What is clear, is that we need to build a lot of supporting infrastructure to deliver more ethically and responsibly produced AI models and applications. AI assurance is a key element to this – regulations may help direct more investment into these areas to provide the underlying foundations. Remember the companies making the shovels in the goldrush made the best returns on investment. While building the next breakthrough foundational model will get the headlines, it’s the core platforms that will enable us to move forward with fully intelligent systems.

Investors, Governments, Regulators, Institutions, Universities, Corporates and Start-ups all need to support this wider vision for long-term AI success. If we do not, we risk another AI winter, or worse, an AI ice-age.

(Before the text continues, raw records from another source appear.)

//! Photoluminescence analysis as pure functions on a [`Trace`] (nm ascending): peak, width and
//! integrals over wavelength and energy, baseline removed. Nothing here does I/O or changes its
//! input; doubtful results come back with warnings.
//!
//! What it does, in order, each step linear in the number of points:
//! 1. Grid gaps: a step more than [`GAP_FACTOR`] times its neighbours' median step is reported.
//! 2. The trace is resampled onto an even grid (linear interpolation, one merge pass), binned
//!    where the smoothing window would span too many points ([`bounded_grid`]).
//! 3. Narrow lines: peaks whose full width at half height is at most [`LINE_FWHM_MAX_NM`] are
//!    far narrower than any room-temperature excitonic emission; they are the excitation or
//!    laser line, its second order, a solvent Raman line or a cosmic-ray spike. A line must
//!    stand [`LINE_SIGMAS`] noise deviations above both its surroundings and the points beside
//!    it, the noise read at its own level: counted photons scatter by √N, so the top of a
//!    bright band is noisier than the dark floor, and its noise is not a line. Lines are
//!    interpolated across and named in a warning.
//! 4. The emission region: from each outermost band's peak out to [`REGION_HALF_WIDTHS`] of its
//!    own half width (about 4 σ for a Gaussian), or further while it stays above the noise.
//!    The baseline is a straight line fitted, with iterative 3σ rejection, to everything outside
//!    that region on both ends (dark counts drift; a constant baseline turns a slope into
//!    integral). Region and baseline are refined together until the region stops moving.
//! 5. Bands: maxima of the corrected, smoothed curve that stand out from their neighbours. The
//!    band-edge band is the bluest band at least [`BAND_EDGE_MIN_FRACTION`] of the tallest: band-
//!    edge emission lies just red of the absorption edge, trap (deep-level) emission is broader
//!    and further red, so a chemist reads the bluest real band as the band edge even when trap
//!    emission is taller. The top-level peak and widths describe it; `pl_integral` is the whole
//!    emission (all bands), as the relative quantum yield needs (Brouwer, Pure Appl. Chem. 83,
//!    2213 (2011)); each band's share is in `bands`.
//! 6. Peak and widths are measured on a Savitzky-Golay smooth whose window follows the band's
//!    own width (one FWHM for the peak's local cubic, half of it for the half-height crossings),
//!    so a broad band is not left noisy and a narrow one is not flattened. In energy the
//!    spectrum is I(E) = I(λ) λ²/hc (the Jacobian of E = hc/λ; Mooney & Kambhampati, J. Phys.
//!    Chem. Lett. 4, 3316 (2013), from memory), whose peak and width differ from the
//!    wavelength ones. Where a band overlaps its neighbour, its width comes from its free side
//!    mirrored in energy (a band symmetric in energy is assumed) and the warning says so.
//! 7. Integrals are trapezoids on the file's own grid (so non-uniform CCD grids count each
//!    interval at its true width) over the emission region, of the data with the baseline
//!    removed and narrow lines interpolated across. Outside the region the corrected curve is
//!    zero by construction of the baseline, so this is the integral of the emission.

use super::analysis::{AnalysisSettings, MAX_HALF_WINDOW, Uniform, bounded_grid, half_window};
use super::savgol;
use super::{HC_EV_NM, Trace};
use crate::error::{Result, invalid};
use serde::Serialize;
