fn aliquot(cli: &Cli, c: &AliquotCmd) -> Result<()> {
    let mut store = open_for(cli, !matches!(c, AliquotCmd::Show { .. }))?;
    match c {
        AliquotCmd::Add(a) => {
            if a.minutes.is_some() && a.stage.is_some() {
                bail!("give either --minutes or --stage, not both");
            }
            if a.excitation_nm.is_some() && a.pl.is_none() {
                bail!("--excitation-nm goes with --pl");
            }
            let pl_cuvette = pl_cuvette(a.pl_path_cm, a.pl_dilution)?;
            if pl_cuvette != bench::OwnCuvette::default() && a.pl.is_none() {
                bail!("--pl-path-cm and --pl-dilution go with --pl");
            }
            let mut files = Vec::new();
            if let Some(p) = &a.abs {
                files.push(SpectrumFile {
                    path: p.clone(),
                    kind: "abs",
                    ..Default::default()
                });
            }
            if let Some(p) = &a.pl {
                files.push(SpectrumFile {
                    path: p.clone(),
                    kind: "pl",
                    excitation_nm: a.excitation_nm,
                    cuvette: pl_cuvette,
                });
            }
            if let Some(p) = &a.ple {
                files.push(SpectrumFile {
                    path: p.clone(),
                    kind: "ple",
                    ..Default::default()
                });
            }
            let na = model::NewAliquot {
                batch_id: a.batch_id,
                minutes: a.minutes,
                stage: a.stage.clone(),
                dilution_factor: a.dilution,
                path_cm: a.path_cm,
                solvent: a.solvent.clone(),
                taken_at: None,
            };
            let opts = read_options(a.x_col, a.y_col, &a.x_unit, &a.block, &a.choice);
            let door = bench::Door {
                again: a.again,
                kind_as_is: a.kind_as_is,
                series: a.series,
            };
            if a.series {
                if files.len() != 1 {
                    bail!("--series takes one file: give one of --abs, --pl or --ple");
                }
                if a.minutes.is_some() || a.stage.is_some() {
                    bail!("--series times each aliquot by its column header; leave out --minutes and --stage");
                }
                let series = bench::add_series(&mut store, &na, &files[0], &opts, &door)?;
                if a.json {
                    json(&series)?;
                } else {
                    for s in &series {
                        line(&format!(
                            "aliquot {} ({}): first exciton {} nm, D {} nm, conc {}",
                            s.id,
                            s.minutes
                                .map(|m| format!("{m:.2} min"))
                                .or(s.stage.clone())
                                .unwrap_or_default(),
                            num(s.first_exciton_nm, 1),
                            num(s.diameter_nm, 2),
                            molar(s.concentration_molar)
                        ))?;
                    }
                }
                return Ok(());
            }
            let s = bench::add_aliquot(&mut store, &na, &files, &opts, &door)?;
            if a.json {
                json(&s)?;
            } else {
                line(&format!(
                    "aliquot {}: first exciton {} nm, D {} nm ({}), conc {}, PL {} nm, QY {}",
                    s.id,
                    num(s.first_exciton_nm, 1),
                    num(s.diameter_nm, 2),
                    s.curve.clone().unwrap_or("-".into()),
                    molar(s.concentration_molar),
                    num(s.pl_peak_nm, 1),
                    num(s.qy, 2)
                ))?;
                for w in &s.warnings {
                    line(&format!("  warning: {w}"))?;
                }
            }
        }
        AliquotCmd::Void { id, why, json: j } | AliquotCmd::Reinstate { id, why, json: j } => {
            let voiding = matches!(c, AliquotCmd::Void { .. });
            let row = crate::corrections::set_aliquot_void(&mut store, *id, voiding, why)?;
            if *j {
                json(&row)?;
            } else if voiding {
                line(&format!(
                    "aliquot {} of batch {} is void ({}); the batch's values no longer use it",
                    row.id,
                    row.batch_id,
                    why.trim()
                ))?;
            } else {
                line(&format!("aliquot {} of batch {} is reinstated", row.id, row.batch_id))?;
            }
        }
        AliquotCmd::Edit {
            id,
            minutes,
            stage,
            dilution,
            path_cm,
            solvent,
            why,
            json: j,
        } => {
            let e = model::AliquotEdit {
                minutes: *minutes,
                stage: stage.clone(),
                dilution_factor: *dilution,
                path_cm: *path_cm,
                solvent: solvent.clone(),
            };
            let row = crate::corrections::edit_aliquot(&mut store, *id, &e, why)?;
            let s = store.read(|tx| growth::aliquot_summary(tx, &row))?;
            if *j {
                json(&s)?;
            } else {
                line(&format!(
                    "aliquot {} corrected: D {} nm, conc {}",
                    s.id,
                    num(s.diameter_nm, 2),
                    molar(s.concentration_molar)
                ))?;
            }
        }
        AliquotCmd::Show { id, json: j } => {
            let s = store.read(|tx| {
                let a = model::get_aliquot(tx, *id)?;
                growth::aliquot_summary(tx, &a)
            })?;
            if *j {
                json(&s)?
            } else {
                line(&serde_json::to_string_pretty(&s)?)?
            }
        }
    }
    Ok(())
}

/// The PL cuvette as the flags give it, refused (naming the flag) when out of range.
fn pl_cuvette(path_cm: Option<f64>, dilution: Option<f64>) -> Result<bench::OwnCuvette> {
    Ok(bench::OwnCuvette {
        path_cm,
        dilution_factor: dilution,
    }
    .checked("--pl-path-cm", "--pl-dilution")?)
}

fn location(cli: &Cli, c: &LocationCmd) -> Result<()> {
    let mut store = open_for(cli, matches!(c, LocationCmd::Add { .. }))?;
    match c {
        LocationCmd::Add { name, kind, position } => {
            let id = store.write(|tx, who| model::add_location(tx, who, name, kind, position.as_deref()))?;
            line(&format!("location {id}: {name}"))?;
        }
        LocationCmd::List(f) => {
            let ls = store.read(|tx| model::list_locations(tx))?;
            if f.json {
                json(&ls)?;
            } else {
                for l in ls {
                    line(&format!(
                        "{:>4}  {:<24} {:<9} {}",
                        l.id,
                        l.name,
                        l.kind,
                        l.position.unwrap_or_default()
                    ))?;
                }
            }
        }
    }
    Ok(())
}

fn vial_id(store: &mut Store, key: &str) -> Result<i64> {
    Ok(store.read(|tx| model::find_vial(tx, key))?.id)
}

fn print_vial(v: &model::VialRow, j: bool) -> Result<()> {
    if j {
        json(&crate::report::shelf_entry(v))
    } else {
        line(&format!(
            "vial {} {}: {:.3} mL left at {} ({}); concentration {}{}",
            v.id,
            v.label,
            v.volume_ml,
            v.location,
            v.status,
            molar(v.concentration_molar),
            match (crate::report::concentration_note(v), v.calibration_version) {
                ("", _) => String::new(),
                (n, Some(c)) => format!(" ({n}, calibration v{c})"),
                (n, None) => format!(" ({n})"),
            }
        ))
    }
}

We need to stop the hype, and the doomsday alarmists. AI is not going to wipe out humanity – it’s a tool, like any other piece of software – we can just switch it off – test it in a simulated world (one real application for the metaverse) – and ensure that AGI has common sense, a moral compass, emotion, empathy, and goal alignment. It’s good that we are all worried and concerned about this – as it gives the AI industry the remit to build the supporting tools and frameworks to ensure all the guiderails and tollgates are in place to avoid a potential extinction event. No more terminator, no more end of the world fantasies. While I say this, and as a sidenote – I very much accept the role of bad actors and the risks with autonomous weapons (and similar malicious implementations) – we should ban the production and use of such things globally (many countries have already signed up to such initiatives). Don’t forget that technology by itself is neutral – it is how we decide to use it than gets us into trouble.

What is a much more likely scenario, is the fusion of man and machine, in many ways we have already started that integration, try to separate people from their mobile phone and you will see our connected dependency. Introducing the capabilities of AI into this fusion, with augmented decision-making will compound our lives and achievements exponentially.

What needs to happen is serious funding made available to these lower-level tools that will serve as the key foundations for AGI capabilities. Now is the time to get this right and we need to work together to make this happen. There is another generation of AI companies waiting to emerge that will lead the way to our AGI driven future.

It is pleasing to see that the UK government have agreed to setup an AI Safety Summit in the autumn – But I sincerely hope that a range of AI experts, from researchers to practitioners, from both large and small institutions and companies are invited to participate, to provide a broad mix of perspectives and give opportunities to all to help build the responsible AI of the future.